Some while ago I said I'd post about a Feynman quotation which is illuminatng as to his view on which if any level is fundamental. Here it is:
In his book "The character of physical law" , on pp.124-125,
Richard Feynman summarises the hierarchy of structure, starting with
the fundamental laws of physics and their application to protons,
neutrons, and electrons, going on to atoms and heat, and including
waves, storms, stars, as well as frogs and concepts like `man',
`history, `political expediency', `evil', `beauty', and `hope'. He
then says the following (pp. 125-126):
"Which end is nearer to God, if I may use a religious metaphor.
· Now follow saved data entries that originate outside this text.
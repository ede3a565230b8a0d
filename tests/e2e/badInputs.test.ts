import { afterAll, beforeAll, describe, expect, it } from 'vitest'
import { testSql } from '../support/db'
import { createTestGateway, ingest } from '../support/gateway'
import { waitForDemoSite } from '../support/pipeline'
import { setupBuiltServer } from '../support/server'
import { call, signInAs } from '../support/session'
import type { Role } from '../../shared/utils/roles'

// Inputs that once answered 500 (issue 13 item 3): each must be a 4xx naming the field, and
// nothing may be stored. Bounds: PostgreSQL `integer` ids end at 2^31 − 1 and text values may not
// hold U+0000 (PostgreSQL manual, "Numeric Types" and "Character Types" [from memory]); ISO 8601
// writes years with four digits (ISO 8601-1:2019 §5.2.2, wider years only by agreement [from memory]).

await setupBuiltServer()
const sql = testSql()
const cookies = new Map<Role, string>()
let siteId = 0
let tagId = 0
let unitId = 0
afterAll(async () => { await sql.end() })
beforeAll(async () => {
  await waitForDemoSite(sql)
  for (const role of ['admin', 'engineer', 'supervisor'] as const) cookies.set(role, await signInAs(role))
  const [tag] = await sql`select t.id, t.unit_id, t.site_id from tags t where t.code = 'TI-101'`
  tagId = tag!.id
  unitId = tag!.unit_id
  siteId = tag!.site_id
})

interface Case { role: Role, method: string, path: () => string, json?: unknown, field: string }
const NUL = 'a\u0000b'
const BIG_IDS = ['2147483648', '9223372036854775808', '1e20']
const validRule = () => ({
  targetKind: 'tag', tagId, name: 'Bad input probe', measure: 'value', comparison: 'above', threshold: 1,
  priority: 'low', alarmClass: 'alarm', consequence: 'c', likelyCause: 'c', operatorAction: 'c', timeToRespondS: 60,
})

// Every route with an :id in its path, with a body it would otherwise accept.
interface IdRoute { role: Role, method: string, route: string, json?: unknown }
const idRoutes: IdRoute[] = [
  { role: 'admin', method: 'PATCH', route: '/api/admin/users/:id', json: { name: 'New Name' } },
  { role: 'admin', method: 'POST', route: '/api/admin/users/:id/end-sessions' },
  { role: 'admin', method: 'POST', route: '/api/admin/users/:id/password-reset' },
  { role: 'admin', method: 'POST', route: '/api/admin/gateways/:id/revoke' },
  { role: 'admin', method: 'POST', route: '/api/admin/gateways/:id/rotate', json: {} },
  { role: 'admin', method: 'PATCH', route: '/api/admin/routes/:id', json: { enabled: false } },
  { role: 'admin', method: 'DELETE', route: '/api/admin/routes/:id' },
  { role: 'admin', method: 'GET', route: '/api/admin/routes/:id/deliveries' },
  { role: 'admin', method: 'POST', route: '/api/admin/routes/:id/test' },
  { role: 'supervisor', method: 'GET', route: '/api/alarms/:id' },
  { role: 'supervisor', method: 'POST', route: '/api/alarms/:id/shelve', json: { reason: 'probe test', minutes: 10 } },
  { role: 'supervisor', method: 'POST', route: '/api/alarms/:id/unshelve', json: {} },
  { role: 'engineer', method: 'POST', route: '/api/bump-tests/:id/fit' },
  { role: 'engineer', method: 'GET', route: '/api/rules/:id' },
  { role: 'engineer', method: 'PATCH', route: '/api/rules/:id', json: { enabled: false } },
  { role: 'engineer', method: 'PATCH', route: '/api/sites/:id', json: { name: 'Probe site' } },
  { role: 'engineer', method: 'POST', route: '/api/sites/:id/retire' },
  { role: 'engineer', method: 'POST', route: '/api/sites/:id/restore' },
  { role: 'engineer', method: 'PATCH', route: '/api/tags/:id', json: { description: 'Probe tag' } },
  { role: 'engineer', method: 'GET', route: '/api/tags/:id/bump-tests' },
  { role: 'engineer', method: 'POST', route: '/api/tags/:id/bump-tests', json: { stepTime: '2026-01-01 10:00:00', stepSize: 1, responseS: 60 } },
  { role: 'engineer', method: 'GET', route: '/api/tags/:id/indicator-settings' },
  { role: 'engineer', method: 'PUT', route: '/api/tags/:id/indicator-settings', json: { settings: {} } },
  { role: 'engineer', method: 'POST', route: '/api/tags/:id/indicator-settings/preview', json: { settings: {} } },
  { role: 'engineer', method: 'POST', route: '/api/tags/:id/retire' },
  { role: 'engineer', method: 'POST', route: '/api/tags/:id/restore' },
  { role: 'engineer', method: 'GET', route: '/api/tags/:id/series' },
  { role: 'engineer', method: 'PATCH', route: '/api/units/:id', json: { name: 'Probe unit' } },
  { role: 'engineer', method: 'POST', route: '/api/units/:id/retire' },
  { role: 'engineer', method: 'POST', route: '/api/units/:id/restore' },
  { role: 'engineer', method: 'GET', route: '/api/units/:id/slow-mode' },
  { role: 'supervisor', method: 'GET', route: '/api/incidents/:id' },
  { role: 'supervisor', method: 'GET', route: '/api/incidents/:id/timeline' },
  { role: 'supervisor', method: 'GET', route: '/api/incidents/:id/events.csv' },
  { role: 'supervisor', method: 'PATCH', route: '/api/incidents/:id', json: { cause: 'probe' } },
  { role: 'supervisor', method: 'POST', route: '/api/incidents/:id/state', json: { state: 'under_review' } },
  { role: 'supervisor', method: 'POST', route: '/api/incidents/:id/merge', json: { incidentId: 1 } },
  { role: 'supervisor', method: 'POST', route: '/api/incidents/:id/split', json: { alarmIds: [1] } },
  { role: 'supervisor', method: 'PUT', route: '/api/review/alert-outcomes/:id', json: { outcome: 'false' } },
]

// Ids carried in a query or a body, by field.
const idFields: ((big: string) => Case)[] = [
  big => ({ role: 'supervisor', method: 'GET', path: () => `/api/alarms?unitId=${big}`, field: 'unitId' }),
  big => ({ role: 'supervisor', method: 'POST', path: () => '/api/alarms/acknowledge', json: { ids: [Number(big)] }, field: 'ids.0' }),
  big => ({ role: 'engineer', method: 'GET', path: () => `/api/rules?tagId=${big}`, field: 'tagId' }),
  big => ({ role: 'engineer', method: 'POST', path: () => '/api/rules', json: { ...validRule(), tagId: Number(big) }, field: 'tagId' }),
  big => ({ role: 'engineer', method: 'POST', path: () => '/api/rules/preview', json: { rule: validRule(), ruleId: Number(big) }, field: 'ruleId' }),
  big => ({ role: 'supervisor', method: 'GET', path: () => `/api/shift-log?alarmId=${big}`, field: 'alarmId' }),
  big => ({ role: 'supervisor', method: 'POST', path: () => '/api/shift-log', json: { body: 'probe', tagId: Number(big) }, field: 'tagId' }),
  big => ({ role: 'admin', method: 'POST', path: () => '/api/admin/gateways', json: { siteId: Number(big), name: 'Probe box' }, field: 'siteId' }),
  big => ({ role: 'engineer', method: 'POST', path: () => '/api/units', json: { siteId: Number(big), code: 'PRB-1', name: 'Probe', kind: 'probe' }, field: 'siteId' }),
  big => ({
    role: 'engineer', method: 'POST', path: () => '/api/tags', field: 'loopTagId',
    json: { unitId, code: 'TI-9901', description: 'Probe', engineeringUnit: 'K', samplePeriodS: 1, rangeLow: 0, rangeHigh: 1, loopTagId: Number(big), loopRole: 'measurement' },
  }),
  big => ({ role: 'engineer', method: 'POST', path: () => `/api/uploads/preview?siteId=${big}`, field: 'siteId' }),
  big => ({ role: 'supervisor', method: 'GET', path: () => `/api/review/health?siteId=${big}`, field: 'siteId' }),
  big => ({ role: 'supervisor', method: 'GET', path: () => `/api/incidents?unitId=${big}`, field: 'unitId' }),
  big => ({ role: 'supervisor', method: 'POST', path: () => '/api/incidents', json: { unitId: Number(big), alarmIds: [1] }, field: 'unitId' }),
  big => ({ role: 'supervisor', method: 'POST', path: () => '/api/incidents/1/merge', json: { incidentId: Number(big) }, field: 'incidentId' }),
  big => ({ role: 'supervisor', method: 'POST', path: () => '/api/incidents/1/split', json: { alarmIds: [Number(big)] }, field: 'alarmIds.0' }),
  big => ({ role: 'supervisor', method: 'PUT', path: () => '/api/review/settings', json: { siteId: Number(big), incidentWindowS: 600 }, field: 'siteId' }),
  big => ({ role: 'engineer', method: 'POST', path: () => `/api/uploads/import?siteId=${big}&format=long&timeColumn=t&tagColumn=g&valueColumn=v`, field: 'siteId' }),
]

// A NUL in a text field, one per text field kind and route that takes text.
const nulCases: Case[] = [
  { role: 'supervisor', method: 'POST', path: () => '/api/shift-log', json: { body: NUL }, field: 'body' },
  { role: 'supervisor', method: 'POST', path: () => '/api/alarms/acknowledge', json: { ids: [1], comment: NUL }, field: 'comment' },
  { role: 'supervisor', method: 'POST', path: () => '/api/alarms/acknowledge', json: { ids: [1], requestId: `request-${NUL}` }, field: 'requestId' },
  { role: 'supervisor', method: 'POST', path: () => '/api/alarms/1/shelve', json: { reason: NUL, minutes: 10 }, field: 'reason' },
  { role: 'supervisor', method: 'POST', path: () => '/api/alarms/1/unshelve', json: { comment: NUL }, field: 'comment' },
  { role: 'engineer', method: 'POST', path: () => '/api/sites', json: { code: 'PRB', name: NUL, company: 'Probe Co', timeZone: 'Europe/London' }, field: 'name' },
  { role: 'engineer', method: 'PATCH', path: () => `/api/sites/${siteId}`, json: { company: NUL }, field: 'company' },
  { role: 'engineer', method: 'PATCH', path: () => `/api/sites/${siteId}`, json: { timeZone: `Europe/${NUL}` }, field: 'timeZone' },
  { role: 'engineer', method: 'POST', path: () => '/api/units', json: { siteId, code: 'PRB-1', name: 'Probe', kind: NUL }, field: 'kind' },
  { role: 'engineer', method: 'PATCH', path: () => `/api/units/${unitId}`, json: { description: NUL }, field: 'description' },
  { role: 'engineer', method: 'PATCH', path: () => `/api/tags/${tagId}`, json: { engineeringUnit: NUL }, field: 'engineeringUnit' },
  { role: 'engineer', method: 'PATCH', path: () => `/api/tags/${tagId}`, json: { code: `TI-1${NUL}` }, field: 'code' },
  { role: 'engineer', method: 'POST', path: () => '/api/rules', json: { ...validRule(), name: `Probe ${NUL}` }, field: 'name' },
  { role: 'engineer', method: 'PATCH', path: () => '/api/rules/1', json: { consequence: NUL }, field: 'consequence' },
  { role: 'engineer', method: 'POST', path: () => `/api/tags/${tagId}/bump-tests`, json: { stepTime: '2026-01-01 10:00:00', stepSize: 1, responseS: 60, note: NUL }, field: 'note' },
  { role: 'engineer', method: 'POST', path: () => `/api/tags/${tagId}/bump-tests`, json: { stepTime: `2026-01-01 10:00${NUL}`, stepSize: 1, responseS: 60 }, field: 'stepTime' },
  { role: 'engineer', method: 'PUT', path: () => `/api/tags/${tagId}/indicator-settings`, json: { settings: {}, reason: NUL }, field: 'reason' },
  { role: 'engineer', method: 'POST', path: () => `/api/uploads/import?siteId=${siteId}&format=long&timeColumn=${encodeURIComponent(NUL)}&tagColumn=g&valueColumn=v`, field: 'timeColumn' },
  { role: 'admin', method: 'POST', path: () => '/api/admin/gateways', json: { siteId, name: NUL }, field: 'name' },
  { role: 'supervisor', method: 'PATCH', path: () => '/api/incidents/1', json: { cause: NUL }, field: 'cause' },
  { role: 'supervisor', method: 'POST', path: () => '/api/incidents', json: { unitId, alarmIds: [1], title: `Probe ${NUL}` }, field: 'title' },
  { role: 'supervisor', method: 'PUT', path: () => '/api/review/alert-outcomes/1', json: { outcome: 'false', note: NUL }, field: 'note' },
  { role: 'admin', method: 'POST', path: () => '/api/admin/users', json: { email: 'probe@example.com', name: `Pro${NUL}`, role: 'operator' }, field: 'name' },
  { role: 'admin', method: 'POST', path: () => '/api/admin/users', json: { email: `pro${NUL}be@example.com`, name: 'Probe', role: 'operator' }, field: 'email' },
  { role: 'admin', method: 'PATCH', path: () => '/api/admin/users/1', json: { name: `Pro${NUL}` }, field: 'name' },
  { role: 'admin', method: 'POST', path: () => '/api/session/password', json: { currentPassword: NUL, newPassword: 'a long enough new pass phrase' }, field: 'currentPassword' },
]
const publicNulCases: Omit<Case, 'role'>[] = [
  { method: 'POST', path: () => '/api/public/sign-in', json: { email: `adm${NUL}in@harrowgate.example`, password: 'x' }, field: 'email' },
  { method: 'POST', path: () => '/api/public/sign-in', json: { email: 'admin@harrowgate.example', password: NUL }, field: 'password' },
  { method: 'POST', path: () => '/api/public/set-password', json: { token: 'A'.repeat(43), password: `a long enough pass phrase${NUL}` }, field: 'password' },
]

// Years past 9999: JavaScript reads them, PostgreSQL cannot read their ISO text back.
const timeCases: Case[] = [
  { role: 'supervisor', method: 'GET', path: () => '/api/alarms?view=history&from=10000-01-01', field: 'from' },
  { role: 'supervisor', method: 'GET', path: () => '/api/alarms?view=history&to=%2B010000-01-01T00:00:00Z', field: 'to' },
  { role: 'supervisor', method: 'POST', path: () => '/api/shift-log', json: { body: 'probe', at: '10000-01-01T00:00:00Z' }, field: 'at' },
  { role: 'supervisor', method: 'GET', path: () => '/api/review/health?from=10000-01-01&to=10000-01-02', field: 'from' },
]

const cases: Case[] = [
  ...idRoutes.flatMap(({ route, ...r }) => BIG_IDS.map(big => ({ ...r, path: () => route.replace(':id', big), field: 'id' }))),
  ...idFields.flatMap(make => BIG_IDS.map(make)),
  ...nulCases,
  ...timeCases,
]

async function send(c: Omit<Case, 'role'>, cookie?: string) {
  return call(c.path(), { method: c.method, cookie, ...(c.json !== undefined ? { json: c.json } : {}) })
}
Beauty and hope, or the fundamental laws? I think that the right
way, of course, is to say that what we have to look at is the whole
structural interconnection of the thing; and that all the sciences,
and not just the sciences but all the efforts of intellectual kinds,
are an endeavour to see the connections of the hierarchies, to
connect beauty to history, to connect history to man's psychology,
man's psychology to the working of the brain, the brain to the
neural impulse, the neural impulse to chemistry, and so forth, up
and down, both ways. And today we cannot, and it is no use making
believe we can, draw carefully a line all the way from one end of
this thing to the other, because we have only just begun to see that
there is this relative hierarchy."
"And I do not think either end is nearer to God. To stand at either
end, and to walk off that end of the pier only, hoping that out in
that direction is the complete understanding, is a mistake. And to
stand with evil and beauty and hope, or with fundamental laws,
hoping that way to get a deep understanding of the whole world, with
that aspect alone, is a mistake. It is not sensible for the ones who
specialize at one end, and the ones who specialize at the other, to
have such disregard for each other ... The great mass of workers in
between, connecting one step to another, are improving all the time
our understanding of the world, both from working at the ends and
from working in the middle, and in that way we are gradually
understanding this tremendous world of interconnecting hierarchies."